Connect with Andrew Demianenko: https://www.linkedin.com/in/andrew-demian

Transcription

[00:00:53] Andrew: Hello and welcome to WeMarketers Podcast. I’m Andrew, and my guest today is Ora Gittsovich, CEO of Click Roads, a fractional CMO, and an ABM expert with over 13 years of experience in marketing. Ora specializes in B2B marketing, omnichannel strategies, and go-to-market plans, helping businesses break through growth barriers.

[00:01:18] Andrew: Today, we are diving into a very important topic: defining your ideal customer profile. Ora, welcome.

[00:01:24] Ora: Hey, thank you so much.

[00:01:26] Ora: I will be glad to share all of this knowledge because, during the 13 years, I guess I have a lot of stuff to share.

[00:01:34] Andrew: Let’s start with the basics. There is a lot of confusion around this topic. Can you explain what an ideal customer profile is and how it is different from a customer persona?

[00:01:45] Ora: In general, ICP is a corporate portfolio. When we talk about ICP, all descriptions come from companies: points, sizes, revenues, industries, etc. What about customer persona? It’s also known as a buyer persona. Of course, it’s about the people behind the scenes in the companies you want to work with.

[00:02:12] Ora: For example, ICP could be an industry—like finance. In finance, we have sub-industries: blockchain, currency, insurance, etc. In the sub-industries, we have the total addressable market.

[00:02:27] Ora: Okay, numbers of companies you want or plan to work with as a hypothesis to test, etc. In this case, we are collecting information about their revenue, the number of employees. For the start, it’s enough, but after, when you want to dive deeper, you should know their structures—company structure and who’s responsible for the decision-making process.

[00:02:53] Ora: It’s called buying scenarios they have and a buying committee. And after, you should divide it into buyer personas connected with buying roles in these buying committees. For example, decision-makers, influencers, evaluators. Under these buying roles, we have different titles: CEO, CFO, COO, VP of something—marketing or sales.

[00:03:22] Andrew: You’ve worked with a lot of companies, helping them create ICPs. How does this process vary depending on the industry? Are there any specifics?
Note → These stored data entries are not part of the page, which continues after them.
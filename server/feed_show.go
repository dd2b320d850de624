package server

import (
	"bytes"
	"crypto/sha256"
	"encoding/base64"
	"net/http"
	"strings"
	"time"

	"github.com/labstack/echo/v4"

	"tripwell/export/calendar"
	"tripwell/store"
)

const calendarKind = "text/calendar; charset=utf-8"

// feedShow gives the calendar of whoever a secret address belongs to. Calendars ask without signing in and without cookies, so
// the address is all there is; what it shows is what that person may see now, and a person who may not sign in any more sees none.
func (s *Server) feedShow(c echo.Context) error {
	p, err := s.store.FeedPerson(strings.TrimSuffix(c.Param("token"), ".ics"))
	if err != nil {
		return err
	}
	var feed calendar.Feed
	changed := s.store.Now()
	err = s.store.View(p.Scope(), func(v *store.View) (err error) {
		if feed, err = calendar.FeedOf(v, s.store.Now(), origin(c.Request())); err != nil {
			return err
		}
		changed, err = v.Changed()
		return err
	})
	if err != nil {
		return err
	}
	if feed.Stamp.After(changed) {
		changed = feed.Stamp // states change with the day
	}
	var b bytes.Buffer
	if err := calendar.Write(&b, feed); err != nil {
		return err
	}
	return sendFeed(c, b.Bytes(), changed)
}

// sendFeed answers 304 where the reader has these bytes already (RFC 9110 13.1.2 and 13.1.3).
func sendFeed(c echo.Context, body []byte, changed time.Time) error {
	sum := sha256.Sum256(body)
	tag := `"` + base64.RawURLEncoding.EncodeToString(sum[:12]) + `"`
	h, changed := c.Response().Header(), changed.UTC().Truncate(time.Second)
	h.Set("ETag", tag)
	h.Set("Last-Modified", changed.Format(http.TimeFormat))
	h.Set("Cache-Control", "private, max-age=0, must-revalidate")
	h.Set("X-Robots-Tag", "noindex")
	known := c.Request().Header.Get("If-None-Match")
	since, err := http.ParseTime(c.Request().Header.Get("If-Modified-Since"))
	if strings.Contains(known, tag) || known == "" && err == nil && !changed.After(since) {
		return c.NoContent(http.StatusNotModified)
	}
	return sendPacked(c, http.StatusOK, calendarKind, body)
}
[00:03:32] Ora: If we talk about ICP in general, it’s all about building relationships with your brand, your product, your service, and your planning target account.

[00:03:45] Ora: It’s called the same as a target audience; it’s called target accounts. Imagine that you are not a startup, you’re a developing business. You have initial sales traction, for example, you’re at the developing stage, and you have some numbers. I suggest collecting them. You need to understand which customers bring you greater results.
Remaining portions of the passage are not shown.